Copy all lines below that use the word "params".

■ ■ ■ ■ ■

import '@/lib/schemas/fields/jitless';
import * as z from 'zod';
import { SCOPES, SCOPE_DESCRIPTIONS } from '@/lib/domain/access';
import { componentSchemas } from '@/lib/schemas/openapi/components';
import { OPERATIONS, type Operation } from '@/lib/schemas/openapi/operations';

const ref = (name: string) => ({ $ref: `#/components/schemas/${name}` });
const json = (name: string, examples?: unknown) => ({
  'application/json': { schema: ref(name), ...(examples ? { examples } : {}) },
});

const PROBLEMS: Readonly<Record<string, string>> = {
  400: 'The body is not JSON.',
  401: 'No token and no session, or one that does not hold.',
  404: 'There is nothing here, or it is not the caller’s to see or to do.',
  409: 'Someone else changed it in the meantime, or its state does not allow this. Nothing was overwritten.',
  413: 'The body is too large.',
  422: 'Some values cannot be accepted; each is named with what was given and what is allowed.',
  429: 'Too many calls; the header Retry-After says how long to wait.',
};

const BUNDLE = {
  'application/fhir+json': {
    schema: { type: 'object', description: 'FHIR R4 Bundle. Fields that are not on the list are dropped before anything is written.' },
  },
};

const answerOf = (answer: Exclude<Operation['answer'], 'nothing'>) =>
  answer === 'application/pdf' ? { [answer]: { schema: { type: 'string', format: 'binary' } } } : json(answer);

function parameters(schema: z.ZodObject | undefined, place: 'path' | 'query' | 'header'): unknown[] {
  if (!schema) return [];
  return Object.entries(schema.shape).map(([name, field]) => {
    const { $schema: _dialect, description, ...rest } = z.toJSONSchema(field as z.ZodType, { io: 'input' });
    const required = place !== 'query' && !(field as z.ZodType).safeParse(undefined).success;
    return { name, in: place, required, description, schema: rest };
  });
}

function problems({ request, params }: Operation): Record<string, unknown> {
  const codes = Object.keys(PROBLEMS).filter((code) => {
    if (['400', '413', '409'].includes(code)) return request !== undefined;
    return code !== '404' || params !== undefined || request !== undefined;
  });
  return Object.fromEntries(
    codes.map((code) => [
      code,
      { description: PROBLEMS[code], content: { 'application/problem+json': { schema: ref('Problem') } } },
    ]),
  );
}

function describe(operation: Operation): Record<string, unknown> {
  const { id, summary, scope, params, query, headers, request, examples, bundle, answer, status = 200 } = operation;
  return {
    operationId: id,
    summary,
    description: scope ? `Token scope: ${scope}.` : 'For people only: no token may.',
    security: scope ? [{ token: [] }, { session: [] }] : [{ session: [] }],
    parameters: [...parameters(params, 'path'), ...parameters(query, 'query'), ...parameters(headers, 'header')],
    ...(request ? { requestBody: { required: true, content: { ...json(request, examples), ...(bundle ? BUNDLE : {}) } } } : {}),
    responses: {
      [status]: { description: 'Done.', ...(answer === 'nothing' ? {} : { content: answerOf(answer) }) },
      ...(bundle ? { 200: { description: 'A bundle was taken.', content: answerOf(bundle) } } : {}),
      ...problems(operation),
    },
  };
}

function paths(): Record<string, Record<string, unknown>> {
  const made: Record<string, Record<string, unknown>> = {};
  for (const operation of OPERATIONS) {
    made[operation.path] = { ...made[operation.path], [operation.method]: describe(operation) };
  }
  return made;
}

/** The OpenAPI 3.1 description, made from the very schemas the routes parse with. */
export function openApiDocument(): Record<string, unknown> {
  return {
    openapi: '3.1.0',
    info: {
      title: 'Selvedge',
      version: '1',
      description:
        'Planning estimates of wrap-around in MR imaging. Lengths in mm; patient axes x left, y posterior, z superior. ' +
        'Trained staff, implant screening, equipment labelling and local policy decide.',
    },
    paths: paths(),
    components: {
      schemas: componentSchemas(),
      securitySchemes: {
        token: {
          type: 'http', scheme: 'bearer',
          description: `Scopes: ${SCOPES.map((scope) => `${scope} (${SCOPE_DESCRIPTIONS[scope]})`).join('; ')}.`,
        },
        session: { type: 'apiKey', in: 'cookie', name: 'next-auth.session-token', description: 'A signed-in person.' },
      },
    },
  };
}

■ ■ ■ ■ ■

**EXERCISE OUTPUT**
function problems({ request, params }: Operation): Record<string, unknown> {
    return code !== '404' || params !== undefined || request !== undefined;
  const { id, summary, scope, params, query, headers, request, examples, bundle, answer, status = 200 } = operation;
    parameters: [...parameters(params, 'path'), ...parameters(query, 'query'), ...parameters(headers, 'header')],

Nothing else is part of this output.